• Task to carry out:
Your task is to copy the lines of the data below from the line holding "out[:, 0, 0] = 1" through the line holding "pairs = parameters.reshape(-1, side, side, 2)", inclusive, exactly and with nothing added.

• Input material:

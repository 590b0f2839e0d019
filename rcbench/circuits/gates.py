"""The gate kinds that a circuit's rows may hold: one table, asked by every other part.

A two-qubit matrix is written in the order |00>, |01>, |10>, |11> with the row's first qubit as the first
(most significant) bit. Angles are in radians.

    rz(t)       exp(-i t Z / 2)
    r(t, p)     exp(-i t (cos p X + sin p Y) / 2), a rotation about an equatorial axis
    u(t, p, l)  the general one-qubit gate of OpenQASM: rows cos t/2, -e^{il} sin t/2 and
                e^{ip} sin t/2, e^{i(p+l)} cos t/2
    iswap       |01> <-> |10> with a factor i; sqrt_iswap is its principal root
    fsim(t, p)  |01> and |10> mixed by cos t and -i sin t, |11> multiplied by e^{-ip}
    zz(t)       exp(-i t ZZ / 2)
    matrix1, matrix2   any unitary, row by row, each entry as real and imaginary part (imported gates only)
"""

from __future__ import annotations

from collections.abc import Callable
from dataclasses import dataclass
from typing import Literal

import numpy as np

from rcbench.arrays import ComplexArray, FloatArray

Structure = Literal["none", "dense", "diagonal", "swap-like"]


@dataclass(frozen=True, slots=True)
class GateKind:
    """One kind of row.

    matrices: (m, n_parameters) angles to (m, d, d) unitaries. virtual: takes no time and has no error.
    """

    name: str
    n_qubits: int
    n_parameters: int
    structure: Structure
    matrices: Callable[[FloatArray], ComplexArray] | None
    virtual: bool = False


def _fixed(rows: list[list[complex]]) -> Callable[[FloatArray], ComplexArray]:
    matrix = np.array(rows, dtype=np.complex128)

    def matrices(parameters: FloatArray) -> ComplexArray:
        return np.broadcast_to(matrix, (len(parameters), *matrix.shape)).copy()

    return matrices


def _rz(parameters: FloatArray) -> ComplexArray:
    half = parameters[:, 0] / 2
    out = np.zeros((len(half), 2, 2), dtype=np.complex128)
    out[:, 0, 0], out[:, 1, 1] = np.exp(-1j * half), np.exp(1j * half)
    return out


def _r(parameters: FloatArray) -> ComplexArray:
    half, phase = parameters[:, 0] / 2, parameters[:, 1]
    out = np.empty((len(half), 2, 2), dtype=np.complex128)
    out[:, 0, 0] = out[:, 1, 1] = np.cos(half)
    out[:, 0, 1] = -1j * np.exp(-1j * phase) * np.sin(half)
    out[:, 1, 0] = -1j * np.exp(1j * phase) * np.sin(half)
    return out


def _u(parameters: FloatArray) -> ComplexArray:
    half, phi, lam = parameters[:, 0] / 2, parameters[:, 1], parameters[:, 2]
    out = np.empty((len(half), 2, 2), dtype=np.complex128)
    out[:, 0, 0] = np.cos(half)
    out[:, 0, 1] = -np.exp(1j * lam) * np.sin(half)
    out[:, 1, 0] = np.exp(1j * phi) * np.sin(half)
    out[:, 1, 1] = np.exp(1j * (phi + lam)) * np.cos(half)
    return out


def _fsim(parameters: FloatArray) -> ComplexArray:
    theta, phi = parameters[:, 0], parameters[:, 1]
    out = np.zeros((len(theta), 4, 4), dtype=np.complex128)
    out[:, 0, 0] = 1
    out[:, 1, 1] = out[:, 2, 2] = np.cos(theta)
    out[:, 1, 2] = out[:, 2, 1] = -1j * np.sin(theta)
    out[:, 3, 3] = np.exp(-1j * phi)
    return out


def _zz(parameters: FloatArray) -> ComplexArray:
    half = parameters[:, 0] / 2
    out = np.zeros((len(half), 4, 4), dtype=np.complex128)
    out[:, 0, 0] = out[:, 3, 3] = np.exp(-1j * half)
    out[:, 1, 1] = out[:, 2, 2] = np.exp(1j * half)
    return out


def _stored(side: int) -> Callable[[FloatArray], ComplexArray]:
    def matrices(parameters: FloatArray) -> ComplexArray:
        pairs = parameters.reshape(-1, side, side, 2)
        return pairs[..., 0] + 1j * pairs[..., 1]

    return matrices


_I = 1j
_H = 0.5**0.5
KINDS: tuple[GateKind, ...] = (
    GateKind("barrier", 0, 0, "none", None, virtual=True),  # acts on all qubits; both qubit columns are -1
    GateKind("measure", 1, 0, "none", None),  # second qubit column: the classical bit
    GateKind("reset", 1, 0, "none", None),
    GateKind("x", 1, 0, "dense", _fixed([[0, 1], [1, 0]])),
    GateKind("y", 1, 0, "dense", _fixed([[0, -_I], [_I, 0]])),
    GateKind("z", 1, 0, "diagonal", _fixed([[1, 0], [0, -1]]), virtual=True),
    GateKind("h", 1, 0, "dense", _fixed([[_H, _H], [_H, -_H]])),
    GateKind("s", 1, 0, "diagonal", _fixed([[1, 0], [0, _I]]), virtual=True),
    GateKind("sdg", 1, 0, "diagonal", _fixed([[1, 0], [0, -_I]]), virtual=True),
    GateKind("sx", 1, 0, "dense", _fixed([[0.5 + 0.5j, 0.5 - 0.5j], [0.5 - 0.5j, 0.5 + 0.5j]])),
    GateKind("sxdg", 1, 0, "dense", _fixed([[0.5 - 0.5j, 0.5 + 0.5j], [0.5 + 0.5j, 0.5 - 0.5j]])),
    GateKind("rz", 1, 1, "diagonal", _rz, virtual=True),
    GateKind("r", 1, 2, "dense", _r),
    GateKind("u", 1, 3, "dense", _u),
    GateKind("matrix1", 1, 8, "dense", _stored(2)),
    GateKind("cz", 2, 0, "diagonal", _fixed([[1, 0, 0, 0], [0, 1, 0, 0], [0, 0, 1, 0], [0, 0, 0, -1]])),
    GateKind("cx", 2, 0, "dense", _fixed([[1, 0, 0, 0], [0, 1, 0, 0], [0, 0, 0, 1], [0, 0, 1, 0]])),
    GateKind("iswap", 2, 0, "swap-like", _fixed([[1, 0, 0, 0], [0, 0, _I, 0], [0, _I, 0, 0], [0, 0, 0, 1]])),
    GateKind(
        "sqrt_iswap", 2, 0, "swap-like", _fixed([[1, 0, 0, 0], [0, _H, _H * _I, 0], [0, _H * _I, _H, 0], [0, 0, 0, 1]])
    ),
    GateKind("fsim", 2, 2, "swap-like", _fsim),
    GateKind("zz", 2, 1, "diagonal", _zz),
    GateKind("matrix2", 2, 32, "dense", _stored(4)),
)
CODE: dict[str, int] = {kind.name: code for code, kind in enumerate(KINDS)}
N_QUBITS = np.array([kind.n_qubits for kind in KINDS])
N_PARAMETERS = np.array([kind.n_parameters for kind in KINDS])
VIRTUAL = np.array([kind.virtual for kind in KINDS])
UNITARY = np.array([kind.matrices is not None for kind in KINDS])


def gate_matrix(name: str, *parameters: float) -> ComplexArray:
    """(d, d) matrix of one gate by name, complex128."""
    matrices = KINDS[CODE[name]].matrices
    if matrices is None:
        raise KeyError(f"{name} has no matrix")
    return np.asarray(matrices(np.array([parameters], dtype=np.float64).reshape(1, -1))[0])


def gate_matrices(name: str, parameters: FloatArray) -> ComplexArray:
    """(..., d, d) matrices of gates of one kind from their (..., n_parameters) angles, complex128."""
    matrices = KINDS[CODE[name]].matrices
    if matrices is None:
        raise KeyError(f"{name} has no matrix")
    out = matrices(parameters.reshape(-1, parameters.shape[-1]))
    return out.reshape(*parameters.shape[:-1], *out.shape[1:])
==
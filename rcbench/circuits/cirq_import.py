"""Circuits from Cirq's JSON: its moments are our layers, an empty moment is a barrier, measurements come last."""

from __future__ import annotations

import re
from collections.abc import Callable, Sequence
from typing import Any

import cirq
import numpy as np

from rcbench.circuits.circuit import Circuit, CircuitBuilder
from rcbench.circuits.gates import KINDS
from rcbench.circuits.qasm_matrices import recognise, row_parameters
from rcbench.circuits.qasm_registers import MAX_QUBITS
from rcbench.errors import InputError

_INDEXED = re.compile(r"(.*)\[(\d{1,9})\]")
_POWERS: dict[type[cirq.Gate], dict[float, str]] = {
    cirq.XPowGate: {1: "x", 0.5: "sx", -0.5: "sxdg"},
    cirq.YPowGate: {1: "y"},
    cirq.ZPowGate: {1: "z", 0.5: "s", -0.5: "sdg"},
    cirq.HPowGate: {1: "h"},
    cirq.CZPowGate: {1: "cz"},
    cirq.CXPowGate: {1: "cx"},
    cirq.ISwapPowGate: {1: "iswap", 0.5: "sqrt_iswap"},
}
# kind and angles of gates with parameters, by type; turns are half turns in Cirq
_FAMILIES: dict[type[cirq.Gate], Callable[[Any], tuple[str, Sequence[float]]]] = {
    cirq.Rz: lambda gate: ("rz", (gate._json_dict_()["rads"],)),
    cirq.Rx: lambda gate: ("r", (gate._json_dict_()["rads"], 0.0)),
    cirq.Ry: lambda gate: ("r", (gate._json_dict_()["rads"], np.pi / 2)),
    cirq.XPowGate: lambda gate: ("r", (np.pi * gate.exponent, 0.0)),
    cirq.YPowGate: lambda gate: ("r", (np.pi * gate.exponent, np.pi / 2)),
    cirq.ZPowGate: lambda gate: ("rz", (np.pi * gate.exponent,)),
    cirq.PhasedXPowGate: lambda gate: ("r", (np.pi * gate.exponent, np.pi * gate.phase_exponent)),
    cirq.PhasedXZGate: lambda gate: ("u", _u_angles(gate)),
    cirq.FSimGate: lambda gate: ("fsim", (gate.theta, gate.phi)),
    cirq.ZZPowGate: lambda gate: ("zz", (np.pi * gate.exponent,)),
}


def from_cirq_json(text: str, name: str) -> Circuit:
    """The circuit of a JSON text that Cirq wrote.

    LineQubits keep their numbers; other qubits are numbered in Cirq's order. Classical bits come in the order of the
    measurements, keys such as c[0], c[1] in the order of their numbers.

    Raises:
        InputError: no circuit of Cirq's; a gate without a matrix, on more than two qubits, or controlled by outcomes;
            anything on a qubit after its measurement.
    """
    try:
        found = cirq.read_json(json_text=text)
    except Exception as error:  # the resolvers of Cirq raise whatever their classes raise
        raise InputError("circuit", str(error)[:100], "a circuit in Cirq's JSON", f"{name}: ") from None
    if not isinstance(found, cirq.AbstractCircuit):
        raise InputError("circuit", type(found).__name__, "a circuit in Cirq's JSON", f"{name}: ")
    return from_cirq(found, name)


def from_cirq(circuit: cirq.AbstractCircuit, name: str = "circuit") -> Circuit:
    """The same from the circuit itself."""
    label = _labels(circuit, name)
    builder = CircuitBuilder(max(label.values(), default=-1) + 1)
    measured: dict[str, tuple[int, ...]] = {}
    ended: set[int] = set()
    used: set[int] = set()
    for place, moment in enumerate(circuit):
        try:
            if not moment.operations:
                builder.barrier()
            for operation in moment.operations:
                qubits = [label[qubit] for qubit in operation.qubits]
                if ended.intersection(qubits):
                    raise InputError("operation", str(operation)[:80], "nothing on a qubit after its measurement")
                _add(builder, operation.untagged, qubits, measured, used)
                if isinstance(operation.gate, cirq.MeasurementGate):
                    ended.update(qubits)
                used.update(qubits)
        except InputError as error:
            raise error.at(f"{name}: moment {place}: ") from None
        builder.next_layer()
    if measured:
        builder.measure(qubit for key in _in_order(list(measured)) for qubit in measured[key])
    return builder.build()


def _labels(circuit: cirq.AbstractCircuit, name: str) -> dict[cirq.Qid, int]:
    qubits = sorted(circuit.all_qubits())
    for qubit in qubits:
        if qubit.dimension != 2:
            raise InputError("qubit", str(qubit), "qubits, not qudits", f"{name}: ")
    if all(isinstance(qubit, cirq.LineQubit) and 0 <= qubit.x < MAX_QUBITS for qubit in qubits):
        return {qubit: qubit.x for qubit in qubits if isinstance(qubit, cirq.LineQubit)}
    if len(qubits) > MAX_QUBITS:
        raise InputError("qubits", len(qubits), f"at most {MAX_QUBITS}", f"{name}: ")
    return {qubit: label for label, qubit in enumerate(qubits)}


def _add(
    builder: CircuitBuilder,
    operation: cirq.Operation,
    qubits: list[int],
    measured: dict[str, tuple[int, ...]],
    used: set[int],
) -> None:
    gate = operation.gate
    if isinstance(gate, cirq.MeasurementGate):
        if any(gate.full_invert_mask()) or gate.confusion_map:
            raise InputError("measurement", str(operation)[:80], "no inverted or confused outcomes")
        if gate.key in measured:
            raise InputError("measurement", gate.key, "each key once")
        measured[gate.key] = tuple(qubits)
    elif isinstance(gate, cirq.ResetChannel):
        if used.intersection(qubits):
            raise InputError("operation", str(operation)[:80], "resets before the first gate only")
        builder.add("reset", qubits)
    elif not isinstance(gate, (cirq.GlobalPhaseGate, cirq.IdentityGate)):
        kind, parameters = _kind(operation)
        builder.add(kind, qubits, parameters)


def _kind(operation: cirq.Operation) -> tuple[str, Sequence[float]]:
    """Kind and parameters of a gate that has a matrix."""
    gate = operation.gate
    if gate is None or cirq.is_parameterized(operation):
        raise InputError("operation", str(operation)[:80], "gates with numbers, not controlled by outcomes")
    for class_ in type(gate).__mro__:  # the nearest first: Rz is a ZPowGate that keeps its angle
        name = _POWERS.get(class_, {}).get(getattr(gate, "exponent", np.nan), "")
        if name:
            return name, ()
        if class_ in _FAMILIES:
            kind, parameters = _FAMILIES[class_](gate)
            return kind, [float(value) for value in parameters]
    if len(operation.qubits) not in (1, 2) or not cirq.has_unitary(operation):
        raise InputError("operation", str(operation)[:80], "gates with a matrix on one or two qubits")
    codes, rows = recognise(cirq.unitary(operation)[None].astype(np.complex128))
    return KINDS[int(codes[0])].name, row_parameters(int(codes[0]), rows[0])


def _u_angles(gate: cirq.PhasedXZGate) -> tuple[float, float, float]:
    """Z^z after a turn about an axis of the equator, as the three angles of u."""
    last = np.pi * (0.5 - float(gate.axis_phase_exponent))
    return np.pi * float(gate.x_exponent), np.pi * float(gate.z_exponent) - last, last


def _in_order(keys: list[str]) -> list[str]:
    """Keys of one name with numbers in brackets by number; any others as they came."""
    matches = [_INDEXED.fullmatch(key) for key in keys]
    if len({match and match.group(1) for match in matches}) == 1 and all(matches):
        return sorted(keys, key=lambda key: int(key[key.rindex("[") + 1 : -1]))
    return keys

• Solution:
    out[:, 0, 0] = 1
    out[:, 1, 1] = out[:, 2, 2] = np.cos(theta)
    out[:, 1, 2] = out[:, 2, 1] = -1j * np.sin(theta)
    out[:, 3, 3] = np.exp(-1j * phi)
    return out


def _zz(parameters: FloatArray) -> ComplexArray:
    half = parameters[:, 0] / 2
    out = np.zeros((len(half), 4, 4), dtype=np.complex128)
    out[:, 0, 0] = out[:, 3, 3] = np.exp(-1j * half)
    out[:, 1, 1] = out[:, 2, 2] = np.exp(1j * half)
    return out


def _stored(side: int) -> Callable[[FloatArray], ComplexArray]:
    def matrices(parameters: FloatArray) -> ComplexArray:
        pairs = parameters.reshape(-1, side, side, 2)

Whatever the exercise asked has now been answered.